— Мама не позволяет, Таничка…
Мне что-то перехватило горло. Я молчала. Оля, очевидно, решила объяснить мне все и дрожащим голоском продолжала:
— Мама говорит, что мне нельзя с тобой играть, потому что у тебя нет папы.
— У меня есть папа, только он живет в другом городе… — спокойно ответила я и еще нашла достаточно самообладания, чтобы прибавить: — Да мне все равно мама и не позволила бы пойти к чужим!
Потом собрала свои стручки и гордо пошла домой. Но дома гордость покинула меня, я со слезами бросилась к маме и, дрожа и плача, требовала, чтобы мне объяснили, почему это со мной нельзя играть, раз у меня нет папы, и почему у меня папы нет, зачем он не с нами.
Бедная мамочка, необычайно добрая от природы, тут вспыхнула и рассердилась:
— Ах, она этакая… за императрицей горшки выносит, так и воображает себя невесть чем!
Я запомнила эти слова, как всякую подробность этого дня.
Но мамин гнев тоже быстро перешел в слезы — и порывом своей редкой нежности она быстро заставила меня утешиться в моем огорчении… но не забыть его.

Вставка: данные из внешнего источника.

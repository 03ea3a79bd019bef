import { readFileSync } from "node:fs";
import path from "node:path";
import { describe, expect, it } from "vitest";
import { parseNpy } from "../../../server/engine/io/npy";
import { rateCouplings, rateEnsemble } from "../../../server/engine/ensembles/rate/rate.ensemble";
import { matrixStats } from "../../../server/modules/probes/analysis/matrix-stats";

// ĝ and τ̂ of sampled rate-ensemble couplings (science.md §2: off-diagonal variance g²/N,
// corr(J_ij, J_ji) = τ) land within a few standard errors of the truth, the standard errors
// match the spread over many samples, and every statistic equals numpy's on a fixed matrix.

const REF = JSON.parse(readFileSync(path.resolve(import.meta.dirname, "../../reference/probe-stats.json"), "utf8"));
const FIX = path.resolve(import.meta.dirname, "../../fixtures/probes");

function sample(N: number, g: number, tau: number, seed: number, k = 0): Float64Array {
  const params = rateEnsemble.validate({ N, g });
  return rateCouplings(params, rateEnsemble.draw(params, seed, k), tau);
}

describe("matrixStats on rate-ensemble samples", () => {
  it.each([
    [60, 1.3, 0.5],
    [80, 0.8, 0],
    [50, 2.0, 0.9],
  ])("N = %i, g = %f, τ = %f: estimates within 3.5 standard errors (seed 11)", (N, g, tau) => {
    const s = matrixStats(sample(N, g, tau, 11), N);
    expect(s.g).not.toBeNull();
    expect(s.tau).not.toBeNull();
    expect(Math.abs(s.g!.estimate - g)).toBeLessThan(3.5 * s.g!.se);
    expect(Math.abs(s.tau!.estimate - tau)).toBeLessThan(Math.max(3.5 * s.tau!.se, 1e-12));
    expect(s.g!.lower).toBeLessThan(s.g!.estimate);
    expect(s.g!.upper).toBeGreaterThan(s.g!.estimate);
    // Off-diagonal mean is 0 in the ensemble.
    expect(Math.abs(s.offDiagonal.mean)).toBeLessThan(3.5 * s.offDiagonal.meanSe);
  });

  it("standard errors match the spread of the estimates over 200 samples (N = 30, g = 1.2, τ = 0.6)", () => {
    const N = 30;
    const gs: number[] = [];
    const taus: number[] = [];
    const gse: number[] = [];
    const tse: number[] = [];
    for (let k = 0; k < 200; k++) {
      const s = matrixStats(sample(N, 1.2, 0.6, 5, k), N);
      gs.push(s.g!.estimate);
      taus.push(s.tau!.estimate);
      gse.push(s.g!.se);
      tse.push(s.tau!.se);
    }
    const sd = (v: number[]) => {
      const m = v.reduce((a, b) => a + b, 0) / v.length;
      return Math.sqrt(v.reduce((a, b) => a + (b - m) ** 2, 0) / (v.length - 1));
    };
    const mean = (v: number[]) => v.reduce((a, b) => a + b, 0) / v.length;
    // The sample sd of 200 draws has relative standard error ≈ 1/√(2·199) ≈ 5 %: allow 20 %.
    expect(mean(gse) / sd(gs)).toBeGreaterThan(0.8);
    expect(mean(gse) / sd(gs)).toBeLessThan(1.2);
    expect(mean(tse) / sd(taus)).toBeGreaterThan(0.8);
    expect(mean(tse) / sd(taus)).toBeLessThan(1.2);
    // And the mean estimate is within 4 standard errors of its mean of g and τ.
    expect(Math.abs(mean(gs) - 1.2)).toBeLessThan(4 * sd(gs) / Math.sqrt(200) + 0.01);
    expect(Math.abs(mean(taus) - 0.6)).toBeLessThan(4 * sd(taus) / Math.sqrt(200) + 0.01);
  });

  it("the diagonal sd matches the ensemble's g√((1 + τ)/N) within sampling error", () => {
    const N = 400;
    const s = matrixStats(sample(N, 1.5, 0.5, 3), N);
    // sd of N normal values has relative standard error 1/√(2(N−1)) ≈ 3.5 %: allow 4 of them.
    expect(Math.abs(s.diagonal.sd / s.ensembleDiagonalSd! - 1)).toBeLessThan(4 / Math.sqrt(2 * (N - 1)));
  });
});

describe("matrixStats against numpy 2.4.6 on tests/fixtures/probes/probe-40.npy", () => {
  const { shape, data } = parseNpy(readFileSync(path.join(FIX, "probe-40.npy")));
  const s = matrixStats(data, shape[0]);
  it.each([
    ["gEstimate", () => s.g!.estimate],
    ["tauEstimate", () => s.tau!.estimate],
    ["offDiagonalMean", () => s.offDiagonal.mean],
    ["offDiagonalSd", () => s.offDiagonal.sd],
    ["diagonalMean", () => s.diagonal.mean],
    ["diagonalSd", () => s.diagonal.sd],
    ["rowSumMean", () => s.rowSumMean],
    ["frobenius", () => s.frobenius],
  ])("%s equals numpy's value (tests/reference/probe-stats.json)", (key, get) => {
    expect(get()).toBeCloseTo(REF[key], 12);
  });
});

describe("matrixStats edge cases", () => {
  it("leaves g and τ undefined for matrices too small to estimate them", () => {
    expect(matrixStats(new Float64Array([2]), 1)).toMatchObject({ g: null, tau: null, pairs: 0 });
    expect(matrixStats(Float64Array.from([1, 2, 3, 4, 5, 6, 7, 8, 9]), 3).tau).toBeNull();
  });

  it("gives τ̂ = 1 with a vanishing standard error for a symmetric matrix", () => {
    const t = matrixStats(sample(20, 1, 1, 2), 20).tau!;
    expect(t.estimate).toBeCloseTo(1, 14);
    expect(t.se).toBeLessThan(1e-14);
    expect(t.upper - t.lower).toBeLessThan(1e-12);
  });

  it("refuses bad input", () => {
    expect(() => matrixStats(new Float64Array(5), 2)).toThrow(RangeError);
    expect(() => matrixStats(Float64Array.from([1, Number.NaN, 0, 1]), 2)).toThrow(/j\[1\] must be finite/);
  });
});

Ярким событием моей жизни была наша поездка с мамой в Москву. Как это случилось, что мама взяла меня с собой, и на кого она решилась оставить Алю — я теперь себе не представляю. Но впечатление на меня эта поездка произвела огромное. Во-первых, само путешествие по железной дороге — долгое, целый день и всю ночь. Во-вторых, все, что происходило на станциях, на каждой остановке что-нибудь новое: в Бологом какие-то особенные пирожки, в Твери — особенные мятные пряники в виде горошка: все это нам приносил таинственный и, по-моему, могущественный человек, которого звали «обер-контролер», — он за нами очень ухаживал. Мы ехали по даровому билету, я думаю — ему нас кто-нибудь поручил. За окнами все было ново и интересно… Ну, а главное — пребывание у тети Саши — и театр!
У тети все было другое, чем у нас. Наша квартира была обставлена по-спартански, и, кроме рояля Ирмлера, выбранного для мамы самим Рубинштейном, очень ее любившим как ученицу, у нас ничего красивого или дорогого не было: только самое необходимое. Я редко видела такое равнодушие к вещам и к собственному удобству, как у мамы. Ей ничего не стоило улечься на сундуке, положив под голову диванную подушку, если кто-нибудь заночует у нас. Она никогда не сидела, развалясь в кресле. Я ее всегда помню или за роялем, или в движении: что-то кому-то помогает, шьет, моет, сама схватит метлу и метет. Играет с Алей: распустит свои великолепные косы, так что волосы ей закрывают лицо, и прыгает, «пугает» ее, сама заливаясь по-детски смехом. В доме она работала больше всех, и когда у нас жили учительницы или бонны — то мама ухаживала за ними, а не наоборот.
Так вот, у тети в гнездышке все было красиво: какие-то мягкие кушетки, фарфоровые безделушки, цветы. Мебель и драпировки — кретон в розах, казавшихся мне верхом изящества. В будуаре висел лиловый фарфоровый фонарик, на четырех стенках которого были изображены четыре времени года, шкафы были полны шелковых и легких платьев, и когда открывались, то из них пахло, как из цветочного сада. Все это необыкновенно мне нравилось. Но всего больше увлек и поразил меня театр.
В Петербурге мои театральные впечатления сводились к балету. Я бредила балетом, жила от Рождества до Масленицы мечтой о нем — но даже и не представляла себе, что бывает иной театр. И вот в Москве я попала в Малый театр. Это составило эпоху в моей жизни. Я уже десятилетней девочкой чувствовала настоящую красоту: я увидала Ермолову — Щепкинская кровь заговорила во мне, и театр занял отныне все мои мысли и мечты. По возвращении из театра мы с двоюродным братишкой разыгрывали бесконечные пьесы, драмы и водевили. Опустошали тетины шкафы и картонки. Обыкновенно нам в полную собственность поступали зеленые плато и остатки цветов от каждодневно бывавших у М. Н. Ермоловой подношений, и мы из них делали всевозможные украшения, венки и пр. Его новая няня, в противоположность Варварушке трезвая, но худая и злая, во всех наших играх, сама того не зная, исполняла роль ведьмы или Бабы-Яги и, не понимая, в чем дело, сердилась, видя, что мы с ужасом шарахаемся от нее.